Mistaking my remorseful face as sympathy for Eddie, Estelle says, “Don’t look so glum, Roxie. You survived for a reason.” I roll my eyes when she chuckles out, “We just need to find out why that is.” That’s just like her. Even when we should be blowing snot bubbles out of our nose while in the throes of despair, she finds humor in every situation.

When I take a right out of the hospital room I’ve called my home the past three months, Estelle wraps her arm around my shoulders. “Nu-uh. Claudia isn’t there anymore, remember?”

My sigh is soundless, but Estelle still hears it. My ex-roommate wasn’t as lucky as me. Even with numerous witnesses saying they saw Claudia’s boyfriend’s hand on the steering wheel in the lead up to their crash, prosecutors pushed forward with their case. Claudia will give birth to her son in prison since she was served three years for involuntary manslaughter last week.

“We could visit her next weekend?”

I raise my eyes to my best friend, loving that she can read me like no one else. “Yeah?”

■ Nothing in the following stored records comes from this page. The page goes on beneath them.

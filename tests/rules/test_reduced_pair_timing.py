"""The reduced symmetric pair rule: who is paired with whom."""

from __future__ import annotations

import pytest

from plastic.rules.reduced_pair_timing import ReducedPairTiming
from tests.rules.partners import assert_only_scheme, change, down, up


@pytest.mark.parametrize("seed", range(8))
def test_only_neighbours_of_the_merged_train_are_paired(seed: int) -> None:
    """Morrison, Diesmann & Gerstner 2008 (from memory, high), reduced symmetric; sum over listed
    pairs."""
    assert_only_scheme(ReducedPairTiming, "reduced", seed)


def test_a_second_postsynaptic_spike_finds_its_partner_taken() -> None:
    assert change(ReducedPairTiming, [0.0], [5.0, 9.0]) == pytest.approx(up(5), rel=1e-11)


def test_a_second_presynaptic_spike_finds_its_partner_taken() -> None:
    assert change(ReducedPairTiming, [5.0, 9.0], [0.0]) == pytest.approx(-down(5), rel=1e-11)


@pytest.mark.parametrize(
    ("pre", "post", "lag"), [([0.0], [0.0, 6.0], 6.0), ([0.0, 6.0], [0.0], -6.0)]
)
def test_of_two_coincident_spikes_neither_hides_the_other(
    pre: list[float], post: list[float], lag: float
) -> None:
    wanted = up(lag) if lag > 0 else -down(-lag)
    assert change(ReducedPairTiming, pre, post) == pytest.approx(wanted, rel=1e-11)


def test_after_a_gap_in_which_everything_is_forgotten_pairing_goes_on() -> None:
    """After 1e6 ms every trace is exactly zero, and equal traces must not confuse the order."""
    late = 1e6
    found = change(ReducedPairTiming, [0.0, late + 5], [3.0, late])
    assert found == pytest.approx(up(3) - down(5), rel=1e-11)


def test_the_published_windows_are_those_of_the_pair_rule() -> None:
    """Bi & Poo 2001 and Froemke & Dan 2002, from memory (mid): per protocol of 60 pairs."""
    rule, cortex = ReducedPairTiming(), ReducedPairTiming.from_set("visual_cortex")
    assert (60 * rule.a_plus, 60 * rule.a_minus) == pytest.approx((0.777, 0.273), rel=1e-12)
    assert (60 * cortex.a_plus, 60 * cortex.a_minus) == pytest.approx((1.03, 0.51), rel=1e-12)
    assert (rule.tau_plus, rule.tau_minus, rule.dose) == (16.8, 33.7, 60)
    assert (cortex.tau_plus, cortex.tau_minus) == (13.3, 34.5)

She bumps me with her hip, causing me to smile. “Yeah. You know me, always open for a three-hour drive to a maximum-security women’s prison.”

“How could you not when you say it like that?”

Laughing, she breaks away from my side to open the passenger side door of her beat-up Honda for me. Her car is a total write-off, but she loves it as much as she loves me. Nothing screams freedom like your own set of wheels. I’m hoping to scrounge up enough money for my own sometime this year.